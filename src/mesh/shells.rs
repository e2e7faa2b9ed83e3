//! Shells: triangles that hang together across edges, each with what is known of it.

use std::collections::{BTreeMap, HashMap};

use rayon::prelude::*;

use super::edges::{Half, match_edges};
use super::loops::{Loop, OpenEdge, loops};
use super::tangle::{Duplicates, join_at_odd_edges};
use super::union::Sets;
use super::weld::weld;
use super::{Soup, each};
use crate::error::Result;
use crate::geometry::{Corners, Select, exact_volume_sign};
use crate::moments::{SolidIntegrals, integrate};

/// A set of triangles of a mesh, ascending.
#[derive(Clone, Debug)]
pub(crate) enum Members {
    All,
    Listed(Vec<u32>),
}

impl Members {
    pub(crate) fn select(&self) -> Select<'_> {
        match self {
            Self::All => Select::All,
            Self::Listed(list) => Select::List(list),
        }
    }
}

/// One shell.
#[derive(Clone, Debug)]
pub(crate) struct Shell {
    /// Index into the soup's names.
    pub(crate) name: u32,
    /// All names that were joined to make it, where more than one, in file order.
    pub(crate) joined: Vec<u32>,
    /// Its triangles.
    pub(crate) members: Members,
    /// How many they are.
    pub(crate) count: usize,
    /// The first of them.
    pub(crate) first: u32,
    /// Edges at which the passages do not cancel.
    pub(crate) open: Vec<OpenEdge>,
    /// Those edges strung together.
    pub(crate) loops: Vec<Loop>,
    /// Same-facing facets in it of which none could be dropped.
    pub(crate) doubled: Vec<u32>,
    /// Lower and upper corner (file unit).
    pub(crate) bounds: [[f64; 3]; 2],
    /// Integrals about its first vertex; meaningful where it is closed.
    pub(crate) solid: SolidIntegrals,
    /// +1 where it faces outward, −1 inward, 0 where its volume is exactly zero or it is open.
    pub(crate) facing: i8,
}

impl Shell {
    pub(crate) fn closed(&self) -> bool {
        self.open.is_empty()
    }

    /// Σ|imbalance| over undirected edges.
    pub(crate) fn open_edges(&self) -> u64 {
        self.open.iter().map(|e| u64::from(e.surplus)).sum()
    }
}

/// What matching the edges of a soup found.
#[derive(Debug)]
pub(crate) struct Shells {
    pub(crate) corners: Vec<[u32; 3]>,
    pub(crate) shells: Vec<Shell>,
    /// Passages along edges that are not plain.
    pub(crate) odd: Vec<Half>,
    pub(crate) duplicates: Duplicates,
    /// Same-facing duplicates that were dropped, ascending.
    pub(crate) dropped: Vec<u32>,
    /// Triangles in which two corners are one vertex, ascending.
    pub(crate) collapsed: Vec<u32>,
    /// Name of each triangle, where there are several.
    pub(crate) names: Option<Vec<u32>>,
}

» **TASK DETAILS**: Final part of the records: return the line that contains "it is open." and every line after it, exactly, with no other lines added.

» **YOUR RESPONSE**:
    /// +1 where it faces outward, −1 inward, 0 where its volume is exactly zero or it is open.
    pub(crate) facing: i8,
}

impl Shell {
    pub(crate) fn closed(&self) -> bool {
        self.open.is_empty()
    }

    /// Σ|imbalance| over undirected edges.
    pub(crate) fn open_edges(&self) -> u64 {
        self.open.iter().map(|e| u64::from(e.surplus)).sum()
    }
}

/// What matching the edges of a soup found.
#[derive(Debug)]
pub(crate) struct Shells {
    pub(crate) corners: Vec<[u32; 3]>,
    pub(crate) shells: Vec<Shell>,
    /// Passages along edges that are not plain.
    pub(crate) odd: Vec<Half>,
    pub(crate) duplicates: Duplicates,
    /// Same-facing duplicates that were dropped, ascending.
    pub(crate) dropped: Vec<u32>,
    /// Triangles in which two corners are one vertex, ascending.
    pub(crate) collapsed: Vec<u32>,
    /// Name of each triangle, where there are several.
    pub(crate) names: Option<Vec<u32>>,
}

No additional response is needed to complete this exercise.